Il porte allègrement ses 57 ans. Grand et sec, comme le sont en partie ses compatriotes, toujours vêtu à la mode londonienne, il plaît puis séduit. À condition de ne pas trop se laisser connaître. Ce qu’il a garde de faire. Il va même plus loin. S’il veut du mal à quelqu’un, il le lui fait avec un sourire, et, sur les traits, une expression de mansuétude. Inévitablement on le croit forcé d’agir ainsi, poussé à bout par les circonstances.

Quand il ne peut faire autrement, il se montre au naturel, cynique et astucieux. Au préalable il prend soin de paralyser son homme. Ce fut le cas dans ses rapports avec David.

Très intelligent, l’esprit vif, saisissant tout de suite le point faible d’un individu.

Quand il a décidé de faire quelque chose, rien ne l’arrête. Si quelqu’un se pose en travers de sa route, il l’abat et passe dessus. Il ne recule devant rien. Il ordonnerait la mort de sa femme si cela pouvait lui être utile, bien qu’au fond, il l’aime beaucoup. En affaires il ne connaît ni sensibilité, ni scrupule. N’importe quels moyens, même criminels, sont bons s’ils lui permettent d’atteindre ses fins. Hypocrite au suprême, d’un tempérament bilieux et jaloux, en société il cache ses propres sentiments. D’aucuns, — très rares — le soupçonne d’être un peu maître chanteur. Ils n’ont pas de preuves en mains.


L’après-midi touche à sa fin, James Coulter demeure seul à son bureau, pendant que le personnel achève de ranger les papiers et les livres avant de quitter les lieux.

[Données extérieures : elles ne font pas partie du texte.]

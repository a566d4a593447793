namespace Bandtide.Core.Bands;

/// <summary>A half-open stretch of spectrum: the low edge belongs to it, the high edge does not.</summary>
/// <remarks><c>default</c> is empty; a band plan refuses it.</remarks>
/// <param name="LowHz">Low edge in Hz, 0 or more.</param>
/// <param name="HighHz">High edge in Hz, above the low edge.</param>
/// <exception cref="ArgumentOutOfRangeException">A negative low edge, or a high edge not above it.</exception>
public readonly record struct FrequencySegment(int LowHz, int HighHz)
{
    /// <summary>Low edge in Hz, part of the segment.</summary>
    public int LowHz { get; } = LowHz >= 0
        ? LowHz
        : throw new ArgumentOutOfRangeException(nameof(LowHz), LowHz, "A frequency is not negative.");

    /// <summary>High edge in Hz, not part of the segment.</summary>
    public int HighHz { get; } = HighHz > LowHz
        ? HighHz
        : throw new ArgumentOutOfRangeException(nameof(HighHz), HighHz, "The high edge must lie above the low edge.");

    /// <summary>Width in Hz.</summary>
    public int WidthHz => HighHz - LowHz;

    /// <summary>Makes a segment of two edges in Hz if 0 ≤ low &lt; high.</summary>
    public static bool TryCreate(int lowHz, int highHz, out FrequencySegment segment)
    {
        var valid = lowHz >= 0 && highHz > lowHz;
        segment = valid ? new(lowHz, highHz) : default;
        return valid;
    }

    /// <summary>Whether a frequency in Hz lies in the segment.</summary>
    public bool Contains(double hz) => hz >= LowHz && hz < HighHz;

    /// <summary>Whether two segments share any frequency.</summary>
    public bool Overlaps(FrequencySegment other) => LowHz < other.HighHz && other.LowHz < HighHz;

    /// <summary>Edges in kHz, such as <c>148.5–283.5</c>.</summary>
    public override string ToString() =>
        string.Create(System.Globalization.CultureInfo.InvariantCulture, $"{LowHz / 1000m:0.###}–{HighHz / 1000m:0.###}");
}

Il regarde devant lui, les mains jointes entre ses genoux, cherchant le moyen d’écraser Jules Faubert, le « Devil », comme on l’a surnommé depuis ses derniers hauts faits de Bourse.

La chose lui paraît d’autant plus difficile qu’il ne peut se servir de ses principales armes, que son jeu est découvert, et qu’il lui faut, tout en attaquant, se garer des coups. Il est lui-même menacé, et sérieusement. Le ton ironiquement calme du futur roi du papier présage une détermination calculée d’aller jusqu’au bout. Ce n’est pas sous l’empire de colère, mais après réflexion faite qu’il l’a abordé l’autre semaine.

Si lui, Coulter, est un homme puissant, Faubert ne l’est pas moins. Après avoir étudié les mille et une manières de réduire un homme « a quia », quel est le défaut de la cuirasse, l’endroit où frapper, le plus sensible, il en vient à la conclusion qu’il est plus sage d’attendre.

Faubert, occupé à former son « merger » n’aura pas le temps, absorbé qu’il est par cette entreprise incroyablement colossale, de rompre des visières avec Coulter. Pour l’avoir vu à l’œuvre, il sait qu’il mène et conduit ses projets à leur réalisation avec une rapidité endiablée. Il risque gros jeu. Peut-être risque-t-il trop ? Jusqu’ici les annales financières n’enregistrent pas d’ascension aussi rapide. Trop rapide pour être constante et acquérir à son point culminant une stabilité de roc.

Alors, peut-être, sera-t-il temps de frapper. Saper les bases de cette fortune. D’abord en lançant des rumeurs, dans le public, qui provoqueront une crise, et que l’autre ne pourra affronter, ensuite, la panique créée, par une action directe sur le cours de la Bourse, produire une dépréciation de stocks ; se concerter avec ses amis d’Ottawa, pour paralyser l’expédition des marchandises en faisant la rareté des chars dans l’Abitibi, et de cette façon annuler ses contrats par défaut. L’Abitibi est desservi par le chemin de fer du gouvernement fédéral, où Coulter compte de si puissants alliés, un mot du directeur des transports, et la pâte à papier, et le papier s’empilent le long des voies d’évitement… et les banques réclament le paiement des billets… et l’argent ne rentre pas pour les rencontrer… et c’est le krach… le commencement de la fin.

« Well Master Faubert the game is not over.